I have previously written on how the government's attitude towards tax planning seems to have changed over the years. Contrary to what I was taught in law school, the IRS now essentially takes the position that if a transaction included tax planning, the tax benefits of that planning should not be sustained.

But even worse, it seems that some within the profession and academics are starting to side with the government. If you don't believe me, read Tax Avoidance Just Isn't What it Used To Be.

I hope this attitude does not continue to spread.

Fiscal Cliff Avoided

I saw an editorial cartoon the other day. It was of Wiley Coyote going off the cliff. He seemed to be doing this regularly in the Roadrunner and Coyote cartoons. In this case, he was able to scramble, out of thin air, back to the edge of the precipice.

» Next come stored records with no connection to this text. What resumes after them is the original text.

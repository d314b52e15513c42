/** A sampled record cut into cells at its events: the linear problem that is solved exactly at each frequency and damping. */
import { solveChain, type ChainSolved, type Link } from '../numeric/struckChain.ts';
import { BLOCK, cellsOf, evenBlocks, motionColumns, motionOver, productIn, slopeColumns, squaresIn, swingSums, type Cell, type Column, type Oscillation, type SwingSamples } from './swingSums.ts';

/** Weight of a knot's tie to the next, in samples. */
const TIE = 1e-6;
const NO_TIMES: ReadonlySet<number> = new Set();

/** The record with its events: what stays the same whatever the frequency. */
export class Struck {
  readonly samples: SwingSamples;
  readonly events: readonly number[];
  /** Whether the swing begins anew at an event, position and all. */
  readonly isAnew: readonly boolean[];
  readonly cells: readonly Cell[];
  readonly even: Uint8Array;
  /** Block of even spacing with which each cell begins. */
  readonly firstBlock: Int32Array;
  readonly base: number;
  readonly exposure: number;
  readonly anew: ReadonlySet<number>;
  /** Stretches between the finest knots. */
  readonly finest: number;
  readonly count: number;
  readonly firstCell: Int32Array;
  /** Σ (x − x̄)² of the samples in use. */
  readonly deviations: number;

  constructor(samples: SwingSamples, events: readonly number[], exposure: number, finest: number, anew: ReadonlySet<number> = NO_TIMES) {
    this.samples = samples;
    this.events = events;
    this.anew = anew;
    this.isAnew = events.map((time) => anew.has(time));
    this.exposure = exposure;
    this.finest = finest;
    const { t, x, use } = samples;
    const [from, span] = [t[0]!, t[t.length - 1]! - t[0]!];
    this.cells = cellsOf(samples, events, Array.from({ length: finest + 1 }, (_, j) => from + (span * j) / finest));
    this.even = evenBlocks(samples, this.cells);
    this.firstBlock = new Int32Array(this.cells.length + 1);
    this.cells.forEach(({ from: first, to }, c) => (this.firstBlock[c + 1] = this.firstBlock[c]! + Math.ceil((to - first) / BLOCK)));
    let [count, sum] = [0, 0];
    for (let i = 0; i < x.length; i++) if (!use || use[i] !== 0) {
      count += 1;
      sum += x[i]!;
    }
    this.count = count;
    this.base = count > 0 ? sum / count : 0;
    let squares = 0;
    for (let i = 0; i < x.length; i++) if (!use || use[i] !== 0) squares += (x[i]! - this.base) ** 2;
    this.deviations = squares;
    this.firstCell = new Int32Array(events.length + 2).fill(this.cells.length);
    for (let c = this.cells.length - 1; c >= 0; c--) this.firstCell[this.cells[c]!.segment] = c;
    for (let k = events.length; k >= 0; k--) if (this.firstCell[k] === this.cells.length || this.firstCell[k]! > this.firstCell[k + 1]!) this.firstCell[k] = this.firstCell[k + 1]!;
  }

  get segments(): number {
    return this.events.length + 1;
  }

  begins(k: number): number {
    return k === 0 ? this.samples.t[0]! : this.events[k - 1]!;
  }

  sums(o: Oscillation): Float64Array {
    return swingSums(this.samples, this.cells, this.even, o, this.base, this.exposure);
  }

  /** Hats of the two knots about a cell, with `stretches` of the rest line (a part of `finest`). */
  hats(cell: Cell, stretches: number): { readonly at: number; readonly first: Column; readonly second: Column } {
    if (stretches === 0) return { at: 0, first: [0, 0, 0, 0, 1, 0], second: [0, 0, 0, 0, 0, 0] };
    const each = this.finest / stretches;
    const at = Math.floor(cell.knot / each);
    const into = cell.knot / each - at;
    return { at, first: [0, 0, 0, 0, 1 - into, -1 / each], second: [0, 0, 0, 0, into, 1 / each] };
  }

  links(o: Oscillation, free: Free, slopes: Slopes | null, shared: number): readonly (Link | null)[] {
    return this.events.map((_, k): Link | null => {
      if (free(k) || this.isAnew[k]) return null;
      const m = motionOver(this.begins(k + 1) - this.begins(k), o);
      if (!slopes) return { a: m.pp, b: m.pv, drive: [] };
      const [byFrequency, byRatio] = m.slopes(slopes.positions[k]!, slopes.velocities[k]!).position;
      return { a: m.pp, b: m.pv, drive: [[shared - 2, byFrequency], [shared - 1, byRatio]] };
    });
  }

  /** Everything at (ω, ζ): states, jumps and rest line, and with `slopes` the step that lowers the sum of squares. */
  solve(sums: Float64Array, o: Oscillation, stretches: number, free: Free, slopes: Slopes | null): ReturnType<typeof solveChain> {
    const knots = stretches + 1;
    const shared = knots + (slopes ? 2 : 0);
    const n = shared + 3;
    const last = n - 1;
    const { p, v } = motionColumns(o);
    return solveChain(this.segments, shared, this.links(o, free, slopes, shared), (k, form) => {
      // Knots with no sample about them go on from their neighbours; the others do not feel it.
      if (k === 0) for (let j = 2; j < 2 + stretches; j++) {
        form[j * n + j]! += TIE;
        form[(j + 1) * n + j + 1]! += TIE;
        form[j * n + j + 1]! -= TIE;
      }
      for (let c = this.firstCell[k]!; c < this.firstCell[k + 1]! && this.cells[c]!.segment === k; c++) {
        const { at, first, second } = this.hats(this.cells[c]!, stretches);
        const columns: (readonly [number, Column])[] = [[0, p], [1, v], [2 + at, first]];
        if (stretches > 0) columns.push([3 + at, second]);
        if (slopes) {
          const by = slopeColumns(o, slopes.positions[k]!, slopes.velocities[k]!);
          columns.push([shared, by.frequency], [shared + 1, by.ratio]);
        }
        for (const [i, [row, one]] of columns.entries()) {
          for (const [column, other] of columns.slice(i)) form[Math.min(row, column) * n + Math.max(row, column)]! += productIn(sums, c, one, other);
          form[row * n + last]! += productIn(sums, c, one, null);
        }
        form[last * n + last]! += squaresIn(sums, c);
      }
    });
  }
}

/** Whether the position may step at an event. */
export type Free = (event: number) => boolean;
export const NONE: Free = () => false;
export const ALL: Free = () => true;

interface Slopes {
  readonly positions: Float64Array;
  readonly velocities: Float64Array;
}

export interface Place {
  readonly o: Oscillation;
  readonly sums: Float64Array;
  readonly solved: ChainSolved;
}

export function placeAt(struck: Struck, o: Oscillation, stretches: number, free: Free = NONE): Place | { readonly status: 'notTold'; readonly segment: number } {
  const sums = struck.sums(o);
  const solved = struck.solve(sums, o, stretches, free, null);
  return solved.status === 'solved' ? { o, sums, solved } : solved;
}

export const isPlace = (found: Place | { readonly status: 'notTold' }): found is Place => 'o' in found;

/** Position step and jump of velocity at each event with both left free, and their u with unit noise. */
export function freeSteps(struck: Struck, { sums, o }: Place, stretches: number): { readonly step: Float64Array; readonly jump: Float64Array; readonly u: Float64Array; readonly noise: number } | null {
  const free = struck.solve(sums, o, stretches, ALL, null);
  if (free.status !== 'solved') return null;
  const covariances = free.covariances();
  const many = struck.events.length;
  const [step, jump, u] = [new Float64Array(many), new Float64Array(many), new Float64Array(many)];
  for (let k = 0; k < many; k++) {
    const m = motionOver(struck.begins(k + 1) - struck.begins(k), o);
    const [p, v] = [free.positions[k]!, free.velocities[k]!];
    step[k] = free.positions[k + 1]! - (m.pp * p + m.pv * v);
    jump[k] = free.velocities[k + 1]! - (m.vp * p + m.vv * v);
    u[k] = Math.sqrt(Math.max(0, covariances.ofJoint(k, { nextPosition: 1, nextVelocity: 0, position: -m.pp, velocity: -m.pv, shared: [] })));
  }
  const dof = struck.count - 2 * struck.segments - (stretches + 1) - 2;
  return { step, jump, u, noise: dof > 0 ? Math.sqrt(free.sumOfSquares / dof) : 0 };
}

Early Jan. 1, 2013, the Senate, by a vote of 89-8, passed H.R.8, the “American Taxpayer Relief Act” (the Act). Late on that same day—hours after the government had technically gone over the “fiscal cliff”—the House of Representatives, by a vote of 257 to 167, also passed the bill. The Act, which the President is expected to quickly sign into law, prevents many of the tax hikes that were scheduled to go into effect this year and retains many favorable tax breaks that were scheduled to expire. However, it increases income taxes for some high-income individuals and slightly increase transfer tax rates.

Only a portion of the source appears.